# [SOLVED] Nvidia - Video Cards

## Joseph_sys

I have a question with regards to video cards.

Currently I have in one of my box Nvidia "Geforce 8600 GT" card (with only 256Mb or RAM, if I'm not mistaken) and the fonts on the display are very crisp and "thin" which I like it.

But in my new box I just got is Radeon: Ausus EAH6770 DC SL 2DI1GD5 card (with 1GB or RAM) and the fonts on the screen are very thick in comparison to Nvidia.   

Ps.
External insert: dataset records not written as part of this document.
int main(void) {
  char msg[512];
  gas_element *g = lattice(), *before = malloc(N_GAS * sizeof *before);
  memcpy(before, g, N_GAS * sizeof *g);
  ejecta_gas d;
  int32_t species[1];
  ejecta_field fractions[1];
  describe(g, N_GAS, &d, species, fractions);
  ejecta_star *stars = supernovae(40);

  /* OK, NULL_POINTER, UNKNOWN_NAME, INVALID_ARGUMENT, REMNANT_TABLE at create. */
  ejecta_config cfg;
  EXPECT(ejecta_config_defaults(&cfg), EJECTA_OK, 0, "defaults");
  EXPECT(ejecta_config_defaults(NULL), EJECTA_ERR_NULL_POINTER, 0, "defaults(NULL)");
  ejecta_context bad = 0;
  snprintf(cfg.scheme, sizeof cfg.scheme, "%s", "wishful-thinking");
  EXPECT(ejecta_create(&cfg, &bad, msg, sizeof msg), EJECTA_ERR_UNKNOWN_NAME, 0, "unknown scheme");
  ejecta_config_defaults(&cfg);
  cfg.worker_threads = -1;
  EXPECT(ejecta_create(&cfg, &bad, msg, sizeof msg), EJECTA_ERR_INVALID_ARGUMENT, 0, "negative workers");
  ejecta_config_defaults(&cfg);
  cfg.remnant_table = "/nonexistent/remnant-table.csv";
  EXPECT(ejecta_create(&cfg, &bad, msg, sizeof msg), EJECTA_ERR_REMNANT_TABLE, 0, "missing remnant table");

  /* INVALID_CONTEXT, NO_GAS, BAD_VALUE, INVALID_ARGUMENT on a context. */
  ejecta_context ctx = create(2, 8);
  int64_t n = 0, written = 0;
  EXPECT(ejecta_record_count(0, &n), EJECTA_ERR_INVALID_CONTEXT, 0, "handle 0");
  EXPECT(ejecta_step(ctx, stars, 1, 0, EJECTA_NEIGHBORS_OWN_FINDER, NULL, NULL), EJECTA_ERR_NO_GAS, ctx, "step before bind");
  must(ctx, ejecta_bind_gas(ctx, &d), "bind");
  EXPECT(ejecta_step(ctx, stars, 0, 0, EJECTA_NEIGHBORS_OWN_FINDER, NULL, NULL), EJECTA_ERR_INVALID_ARGUMENT, ctx, "zero stars");
  EXPECT(ejecta_step(ctx, stars, 1, -1, EJECTA_NEIGHBORS_OWN_FINDER, NULL, NULL), EJECTA_ERR_INVALID_ARGUMENT, ctx, "negative step index");
  EXPECT(ejecta_apply_step_records(ctx, NULL), EJECTA_ERR_INVALID_ARGUMENT, ctx, "apply before a step");
  ejecta_star nan_star = stars[0];
  nan_star.energy = NAN;
  EXPECT(ejecta_step(ctx, &nan_star, 1, 0, EJECTA_NEIGHBORS_OWN_FINDER, NULL, NULL), EJECTA_ERR_BAD_VALUE, ctx, "NaN energy");

  /* NEIGHBORS: host rows of 3 candidates with neighbor_count 8 (count
   * mode), and malformed rows; nothing is done either way. */
  int64_t offsets[3] = {0, 3, 6}, indices[6] = {0, 1, 2, 10, 11, 12};
  EXPECT(ejecta_step(ctx, stars, 2, 0, EJECTA_NEIGHBORS_HOST_ROWS, offsets, indices), EJECTA_ERR_NEIGHBORS, ctx, "rows shorter than neighbor_count");
  ejecta_last_error(ctx, msg, sizeof msg, NULL);
  printf("short_rows_error=%s\n", msg);
  EXPECT(ejecta_record_count(ctx, &n), EJECTA_OK, ctx, "count after refused rows");
  CHECK(n == 0, "refused rows left %lld records", (long long)n);
  int64_t backwards[3] = {0, 6, 3};
  EXPECT(ejecta_step(ctx, stars, 2, 0, EJECTA_NEIGHBORS_HOST_ROWS, backwards, indices), EJECTA_ERR_NEIGHBORS, ctx, "decreasing offsets");
  ejecta_context tiny = create(1, 64);
  ejecta_gas few = d;
  few.count = 20;
  must(tiny, ejecta_bind_gas(tiny, &few), "bind 20 elements");
  EXPECT(ejecta_step(tiny, stars, 1, 0, EJECTA_NEIGHBORS_OWN_FINDER, NULL, NULL), EJECTA_ERR_NEIGHBORS, tiny, "gas smaller than neighbor_count");
  ejecta_destroy(&tiny);

  /* A step that works; BUFFER_TOO_SMALL (copy rule and text),
   * ALREADY_APPLIED, UNKNOWN_GAS, IMBALANCE. */
  EXPECT(ejecta_step(ctx, stars, 4, 0, EJECTA_NEIGHBORS_OWN_FINDER, NULL, NULL), EJECTA_OK, ctx, "step");
  must(ctx, ejecta_record_count(ctx, &n), "count");
  ejecta_record rec[1];
  EXPECT(ejecta_copy_records(ctx, rec, 1, &written), EJECTA_ERR_BUFFER_TOO_SMALL, ctx, "one-record buffer");
  CHECK(written == n && n == 4 * 8, "short buffer: written %lld, records %lld", (long long)written, (long long)n);
  EXPECT(ejecta_copy_records(ctx, NULL, 0, &written), EJECTA_ERR_BUFFER_TOO_SMALL, ctx, "count by capacity 0");
  CHECK(written == n, "capacity 0: written %lld", (long long)written);
  ejecta_ledger led;
  must(ctx, ejecta_get_ledger(ctx, &led), "ledger");
  EXPECT(ejecta_ledger_balanced(&led, 1e-12, msg, sizeof msg), EJECTA_OK, 0, "balanced ledger");
  led.deposited.energy *= 1.5;
  EXPECT(ejecta_ledger_balanced(&led, 1e-12, msg, sizeof msg), EJECTA_ERR_IMBALANCE, 0, "tampered ledger");
  EXPECT(ejecta_apply_step_records(ctx, NULL), EJECTA_OK, ctx, "apply");
  EXPECT(ejecta_apply_step_records(ctx, NULL), EJECTA_ERR_ALREADY_APPLIED, ctx, "apply twice");
  ejecta_record stranger;
  memset(&stranger, 0, sizeof stranger);
  stranger.gas_id = 999999;
  EXPECT(ejecta_apply_records(ctx, &stranger, 1, EJECTA_LOCATE_BY_ID, NULL), EJECTA_ERR_UNKNOWN_GAS, ctx, "unknown gas ID");
  char tiny_buf[8];
  int64_t len = 0;
  EXPECT(ejecta_last_error(ctx, tiny_buf, sizeof tiny_buf, &len), EJECTA_ERR_BUFFER_TOO_SMALL, ctx, "short text buffer");
  CHECK(len > (int64_t)sizeof tiny_buf && tiny_buf[sizeof tiny_buf - 1] == 0, "text truncated to fit, full length %lld", (long long)len);

  /* UNDEPOSITED: a neighbor whose metal mass fraction is above 1 is not
   * deposited into; the star keeps its release. */
  memcpy(g, before, N_GAS * sizeof *g);
  must(ctx, ejecta_bind_gas(ctx, &d), "rebind");
  ejecta_star one = stars[0];
  for (int a = 0; a < 3; a++) one.position[a] = g[555].pos[a] + 0.1;
  g[555].metals = 1.5;
  memcpy(before, g, N_GAS * sizeof *g);
  EXPECT(ejecta_step(ctx, &one, 1, 1, EJECTA_NEIGHBORS_OWN_FINDER, NULL, NULL), EJECTA_ERR_UNDEPOSITED, ctx, "metal fraction 1.5");
  ejecta_last_error(ctx, msg, sizeof msg, NULL);
  printf("fraction_error=%s\n", msg);
  int64_t returned = 0;
  EXPECT(ejecta_copy_undeposited(ctx, &returned, NULL, 1, &written), EJECTA_OK, ctx, "undeposited list");
  CHECK(written == 1 && returned == one.id, "undeposited: %lld entries, star %lld", (long long)written, (long long)returned);
  must(ctx, ejecta_get_ledger(ctx, &led), "ledger");
  CHECK(led.undeposited.mass == one.ejected_mass && led.deposited.mass == 0, "the release stays with the star");
  EXPECT(ejecta_apply_step_records(ctx, NULL), EJECTA_OK, ctx, "apply nothing");
  CHECK(memcmp(g, before, N_GAS * sizeof *g) == 0, "no element changed");
  g[555].metals = 0.0134;

  /* NO_POPULATION, YIELDS_TABLE. */
  ejecta_star_particle sp;
  memset(&sp, 0, sizeof sp);
  sp.id = 1;
  sp.mass = sp.formed_mass = 1e4;
  sp.metallicity = 0.0134;
  EXPECT(ejecta_step_population(ctx, &sp, 1, 0.5, 0, EJECTA_NEIGHBORS_OWN_FINDER, NULL, NULL), EJECTA_ERR_NO_POPULATION, ctx, "no population");
  ejecta_population_config pc;
  ejecta_population_defaults(&pc);
  pc.yields_table = "/nonexistent/table.csv";
  EXPECT(ejecta_enable_population(ctx, &pc), EJECTA_ERR_YIELDS_TABLE, ctx, "missing table");

  /* DUMP_FILE: an audit dump into a directory that cannot be created. */
  ejecta_dump dump = 0;
  EXPECT(ejecta_dump_open("/dev/null/dump", NULL, NULL, &dump, msg, sizeof msg), EJECTA_ERR_DUMP_FILE, 0, "unwritable dump directory");
  CHECK(dump == 0, "no session after a failed open");

  /* INVALID_CONTEXT on a destroyed context. */
  ejecta_context stale = ctx;
  must(ctx, ejecta_destroy(&ctx), "destroy");
  EXPECT(ejecta_last_error(stale, msg, sizeof msg, NULL), EJECTA_ERR_INVALID_CONTEXT, 0, "destroyed context");

  /* BUSY: another thread's call holds the context. */
  busy();

  /* INTERNAL: a mass column the process may not read, read by ejecta's
   * four worker threads. The fault comes back as a code and the process
   * goes on. */
  size_t bytes = N_GAS * sizeof(double);
  void *forbidden = mmap(NULL, bytes, PROT_NONE, MAP_PRIVATE | MAP_ANONYMOUS, -1, 0);
  if (forbidden == MAP_FAILED) {
    fprintf(stderr, "FAIL mmap\n");
    return 2;
  }
  ejecta_gas faulty = d;
  faulty.mass = (ejecta_field){forbidden, sizeof(double), EJECTA_FLOAT64, 0};
  ejecta_context workers = create(4, 8);
  must(workers, ejecta_bind_gas(workers, &faulty), "bind faulty gas");
  EXPECT(ejecta_step(workers, stars, 40, 0, EJECTA_NEIGHBORS_OWN_FINDER, NULL, NULL), EJECTA_ERR_INTERNAL, workers, "unreadable mass column");
  ejecta_last_error(workers, msg, sizeof msg, NULL);
  printf("internal_error=%s\n", msg);
  EXPECT(ejecta_record_count(workers, &n), EJECTA_OK, workers, "count after the fault");
  CHECK(n == 0, "a failed step keeps no records: %lld", (long long)n);
  must(workers, ejecta_destroy(&workers), "destroy after the fault");
  munmap(forbidden, bytes);

  int missing = 0;
  for (int i = 0; i < N_CODES; i++)
    if (!seen[i]) {
      fprintf(stderr, "FAIL code %s never provoked\n", codes[i].name);
      missing++;
    }
  failures += missing;
  free(g);
  free(before);
  free(stars);
  return verdict();
}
I have a lot of problems with this card as well, so I suggest you folks to stay away from this card.

What the thickness of the fonts depend on?  Both my computers have the same configurations and the thickness of the fonts are especially visible in email client.
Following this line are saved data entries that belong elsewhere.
package yields

import (
	"fmt"
	"math"
)

// Solar composition, mass fractions of the present-day solar photosphere
// (Asplund, Grevesse, Sauval & Scott 2009, ARA&A 47, 481; from memory).
const (
	SolarHydrogen = 0.7381
	SolarHelium   = 0.2485
	SolarMetals   = 0.0134
)

// PrimordialHelium is the helium mass fraction of metal-free gas (from
// memory: big-bang nucleosynthesis with the Planck baryon density gives
// about 0.245). Helium grows linearly with metallicity from it to the
// solar value: Y(Z) = Yp + (Ysun − Yp)·Z/Zsun.
const PrimordialHelium = 0.245

// solarElementFractions holds each metal's mass fraction of the solar metal
// mass, from the Asplund et al. 2009 solar mass fractions (from memory):
// C 2.37e-3, N 6.93e-4, O 5.73e-3, Ne 1.26e-3, Mg 7.08e-4, Si 6.65e-4,
// S 3.09e-4, Ca 6.4e-5, Fe 1.29e-3, each divided by Zsun = 0.0134. They sum
// to 0.977; the rest is elements not tracked (Ar, Al, Na, Ni, ...).
func solarElementFractions() Abundances {
	var a Abundances
	a[Carbon] = 2.37e-3 / SolarMetals
	a[Nitrogen] = 6.93e-4 / SolarMetals
	a[Oxygen] = 5.73e-3 / SolarMetals
	a[Neon] = 1.26e-3 / SolarMetals
	a[Magnesium] = 7.08e-4 / SolarMetals
	a[Silicon] = 6.65e-4 / SolarMetals
	a[Sulfur] = 3.09e-4 / SolarMetals
	a[Calcium] = 6.4e-5 / SolarMetals
	a[Iron] = 1.29e-3 / SolarMetals
	return a
}

// InitialComposition is the mass fractions of gas of metal mass fraction z,
// scaled from the solar mixture: every metal in solar proportion to z,
// helium from PrimordialHelium rising linearly to the solar value at Zsun
// (capped at 1 − z), hydrogen the rest. Fractions[Metals] is z and
// Fractions[Hydrogen] + Fractions[Helium] + Fractions[Metals] is 1 to
// round-off.
func InitialComposition(z float64) (Abundances, error) {
	if math.IsNaN(z) || z < 0 || z >= 1 {
		return Abundances{}, fmt.Errorf("yields: metallicity %g not in [0, 1)", z)
	}
	a := solarElementFractions()
	for s := Carbon; s < NumSpecies; s++ {
		a[s] *= z
	}
	a[Metals] = z
	y := PrimordialHelium + (SolarHelium-PrimordialHelium)*z/SolarMetals
	y = math.Min(y, 1-z)
	a[Helium] = y
	a[Hydrogen] = math.Max(0, 1-z-y)
	return a, nil
}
What Nvidia card would you fold recommend?Last edited by Joseph_sys on Mon Dec 26, 2011 7:00 am; edited 1 time in total

----------

## Hu

Do you have all the same font packages installed on both?  I have found both nVidia and Radeon cards to produce very usable displays with their respective open drivers.

----------

## palmer

On my system, enabling anti-aliasing makes the fonts thicker and enabling sub-pixel rendering makes the fonts thinner (back to about as thick as they were originally, just better looking).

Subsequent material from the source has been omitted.